Items listed in a dataset
────────────────────

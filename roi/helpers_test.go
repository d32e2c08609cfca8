package roi

import (
	"math"
	"slices"
	"testing"

	"voxgamma/phantom"
	"voxgamma/structure"
	"voxgamma/volume"
)

// boxGrid returns a head-first supine grid (identity directions) with
// spacing h whose voxel centres cover [lo, hi] with a margin of two voxels,
// shifted by shift (mm) so that centres need not fall on round numbers.
func boxGrid(t testing.TB, lo, hi [3]float64, h [3]float64, shift [3]float64) *volume.Grid {
	t.Helper()
	var dims [3]int
	var origin [3]float64
	for a := 0; a < 3; a++ {
		origin[a] = lo[a] - 2*h[a] + shift[a]
		dims[a] = int(math.Ceil((hi[a]+2*h[a]-origin[a])/h[a])) + 1
	}
	g, err := volume.NewUniform(dims, origin, h, volume.Identity)
	if err != nil {
		t.Fatal(err)
	}
	return g
}

func mustROI(t testing.TB, s phantom.Shape, spec phantom.ROISpec) structure.ROI {
	t.Helper()
	r, err := phantom.NewROI(s, spec)
	if err != nil {
		t.Fatal(err)
	}
	return r
}

func mustRasterise(t testing.TB, g *volume.Grid, r *structure.ROI, opt Options) *Region {
	t.Helper()
	z, err := NewRasteriser(g, opt)
	if err != nil {
		t.Fatal(err)
	}
	reg, err := z.Rasterise(r, Classify(r, nil))
	if err != nil {
		t.Fatal(err)
	}
	return reg
}

// square returns the closed polygon of the axis-aligned square
// [x0, x1] × [y0, y1] in plane z, counter-clockwise.
func square(x0, y0, x1, y1, z float64) structure.Contour {
	return structure.Contour{Type: structure.ClosedPlanar, Points: [][3]float64{
		{x0, y0, z}, {x1, y0, z}, {x1, y1, z}, {x0, y1, z},
	}}
}

// reversed returns c with its points in the opposite order.
func reversed(c structure.Contour) structure.Contour {
	p := make([][3]float64, len(c.Points))
	for i := range p {
		p[i] = c.Points[len(p)-1-i]
	}
	return structure.Contour{Type: c.Type, Points: p}
}

func relErr(got, want float64) float64 { return (got - want) / want }

// centreList returns the positions of the region's centres, increasing.
func centreList(r *Region) []int32 { return slices.Collect(r.Centres.All()) }

// coverLists returns the positions of the region's cover and their
// fractions, increasing.
func coverLists(r *Region) ([]int32, []float32) {
	var idx []int32
	var fr []float32
	for n, f := range r.Cover.All() {
		idx, fr = append(idx, n), append(fr, f)
	}
	return idx, fr
}
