// Package roi turns the ROIs of a structure set into sets of voxels of a dose
// grid and computes dose-volume statistics over them: the per-structure part
// of a voxgamma report (each target, each organ at risk).
//
// # Rasterisation
//
// A [Rasteriser] works on one [volume.Grid] whose frames (index axis k) run
// along patient z, in either sense; i and j then run along patient x and y
// (either way round, either sense). Any other grid is refused. All
// inside/outside decisions are made in patient coordinates, so head-first,
// feet-first, supine and prone grids covering the same space give the same
// voxels in space.
//
// Only CLOSED_PLANAR contours enclose a volume. POINT, OPEN_PLANAR and other
// contours, closed contours with fewer than 3 points and contours whose z
// varies by more than [PlaneTolerance] are not rasterised and are listed in
// [Region.Skipped]. An ROI with no contour at all gives an empty Region with
// [Region.NoContours] set. A non-finite coordinate is an error naming the ROI.
//
// Contours whose z agree within [PlaneTolerance] form one contour plane. All
// polygons of a plane are filled together by the even-odd rule (but see
// "Contours that overlap" below) (a point is
// inside when a ray from it crosses the polygons' edges an odd number of
// times; the rule of scan-conversion texts such as Foley, van Dam, Feiner and
// Hughes, Computer Graphics: Principles and Practice, 2nd ed. (1990), on
// filling polygons, and of PostScript's eofill): islands and
// holes come out right whatever the polygons' orientation (clockwise and
// counter-clockwise alike), and so do self-touching polygons and "keyhole"
// contours whose slit runs twice along the same edge. Filling is by
// scanline: for each row of sample points, the crossings of the row with the
// plane's edges are computed (an edge spans [y0, y1) so vertices count
// once), sorted, and the points between the first and second, third and
// fourth, ... crossing are inside; an active-edge list keeps each row's cost
// to the edges it meets.
//
// # Contours that overlap
//
// The even-odd rule gets islands and holes right, but it cancels the same
// contour written twice (an ROI exported twice over has no volume at all)
// and cuts the overlap out of two contours that partly overlap. Neither is
// what a contour means, so before filling, the polygons of a plane are
// compared pair by pair (those whose bounding boxes overlap) by the area of
// their intersection, I = (A + B − X)/2 with A and B their even-odd areas
// and X the even-odd area of both together:
//
//   - I = 0: apart (or touching along an edge): nothing to do;
//   - I = min(A, B) < max(A, B): one lies inside the other, an island and
//     its hole: the even-odd rule, as before;
//   - I = A = B: the same contour twice (whatever its vertices, start or
//     orientation): counted once;
//   - otherwise they partly overlap: filled as their union.
//
// Equal means within a millionth of the larger area. Polygons joined this
// way (and any joined to them in turn) form a group; each polygon is filled
// by the even-odd rule, a group is the union of its polygons, and the
// groups are combined by the even-odd rule, so a hole drawn twice is still
// one hole. Planes where this happened are listed in [Region.Overlaps] and
// said in [Region.Notes] ([Region.OverlapSummary]); the caller warns. Planes
// without such pairs are filled exactly as before.
//
// # Contour planes and dose frames (the z rule)
//
// Contour planes need not coincide with dose frames. A contour plane at z_p
// stands for the slab [z_p − h⁻, z_p + h⁺) of patient z, where h⁻ and h⁺ are
// half the distances to the neighbouring contour planes: every z between two
// planes belongs to the nearer one. The ends:
//
//   - The first and last plane extend beyond themselves by as much as on
//     their inner side (half the spacing to their one neighbour), so an ROI
//     contoured on planes s apart reaches s/2 beyond its first and last
//     planes, as the slab model of planning systems has it. Anything beyond
//     that is outside.
//   - A gap between consecutive planes larger than [GapFactor] (1.5) times
//     each of the neighbouring gaps is where the ROI is absent (a structure
//     in two parts along z, or a skipped slice): the planes on either side
//     of it extend into it only as they would at an end.
//   - A plane with such a gap on both sides (no contiguous neighbour) extends
//     by half the ROI's median plane spacing on both sides.
//   - A single-plane ROI extends by half the thickness of the dose frame
//     nearest to its plane on either side (so it fills one frame's worth of
//     thickness).
//
// A frame centre or sub-slice whose z lies in no slab is outside the ROI.
//
// # Partial volume
//
// A voxel extends half-way to its neighbouring voxels along each axis (the
// first and last voxel of an axis as far beyond their centre as towards their
// one neighbour), so grids with non-uniform frame offsets have voxels of
// different thickness ([VoxelSize]); along a single-sample axis the
// thickness is [Options.SingleSampleThickness]. Each voxel is split into
// [Options.SubSlices] (default 4) equal sub-slices along z, and each
// sub-slice takes the contour plane whose slab holds its centre; within it,
// [Options.InPlane]² (default 4 × 4) sub-samples at the centres of equal
// sub-cells are tested against that plane's polygons. The voxel's fraction is
// the share of its sub-samples inside, in (0, 1]. Separately, a voxel's
// centre is inside when the frame's z lies in a plane's slab and the voxel's
// (x, y) centre is inside that plane's polygons: these voxels count toward
// the ROI's gamma pass rate ([Region.Centres], [Region.Mask]). Both are
// stored as runs of consecutive Data positions ([volume.Runs]), the
// fractions only where they are below 1 ([Cover]), with a bounding box: a
// body outline takes a few bytes per grid row it crosses and per surface
// voxel, not per voxel.
//
// The part of the ROI outside the grid's extent (the union of its voxels) is
// clipped; [Region.OutsideCC] measures it exactly as the contoured volume
// (each plane's even-odd area times its slab thickness, [Region.ContourCC])
// minus the same restricted to the grid's extent.
//
// # Kinds and derived regions
//
// [KindOfType] maps the RTROIInterpretedType (DICOM PS3.3) to [Target],
// [OAR], [Body] or [Other]; name [Rule]s (case-insensitive glob or prefix)
// apply when the type is empty, or always when they override ([Classify]).
// [AllTargets] and [BodyOf] unite the targets and the EXTERNAL ROIs;
// [Isodose] makes the region above a percentage of a normalisation dose.
//
// # Dose-volume metrics
//
// Definitions follow ICRU Report 83 (2010), "Prescribing, Recording, and
// Reporting Photon-Beam Intensity-Modulated Radiation Therapy (IMRT)":
// D_x is the minimum dose received by the hottest x of the volume (D98 % the
// near-minimum, D50 % the median, D2 % the near-maximum), and V_d the volume
// receiving at least d. Each voxel counts with its volume times its
// partial-volume fraction, and doses are the voxel-centre doses. A [DVH]
// sorts the voxels by decreasing dose once (O(n log n)) and keeps the
// cumulative volumes C_m of the m+1 hottest voxels. Then
//
//   - D_x = d_m for the smallest m with C_m ≥ x (x as a fraction of the total
//     volume, or an absolute volume; "≥" to within [RankTolerance] of the
//     total volume, so that rounding does not skip a voxel whose cumulative
//     volume is exactly x): the hottest voxels are taken whole until they
//     first reach x and D_x is the lowest dose among them. There is no
//     interpolation between voxels; D_x is one of the voxel doses, and a
//     finer grid or more sub-samples, not interpolation, is the way to resolve
//     it further.
//   - V_d = the total volume of the voxels with dose ≥ d.
//   - Dmean is the volume-weighted mean, Dmax and Dmin the largest and
//     smallest dose of a voxel with volume > 0.
//   - D0.03cc (a near-maximum quoted in common practice; no published
//     definition is cited) is D_x for x = 0.03 cm³.
//
// [RegionSummary] gives the same metrics and curve for a rasterised region
// without holding its voxels sorted: a radix selection on the doses'
// float32 bits, in two passes over the region and a few megabytes, for
// body outlines of millions of voxels.
//
// Differences between an evaluated and a reference dose are evaluated −
// reference, in Gy (cm³ for volumes) and in percent of the normalisation
// dose when one is given, else of the reference value; V_d differences are
// in percent of the reference region volume ([CompareMetrics]).
package roi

────────────────────

» Work task:
Retype exactly the lines above, from the one with "contour plane. All" through the one with "odd number of", inclusive.

» Result of this task:
// Contours whose z agree within [PlaneTolerance] form one contour plane. All
// polygons of a plane are filled together by the even-odd rule (but see
// "Contours that overlap" below) (a point is
// inside when a ray from it crosses the polygons' edges an odd number of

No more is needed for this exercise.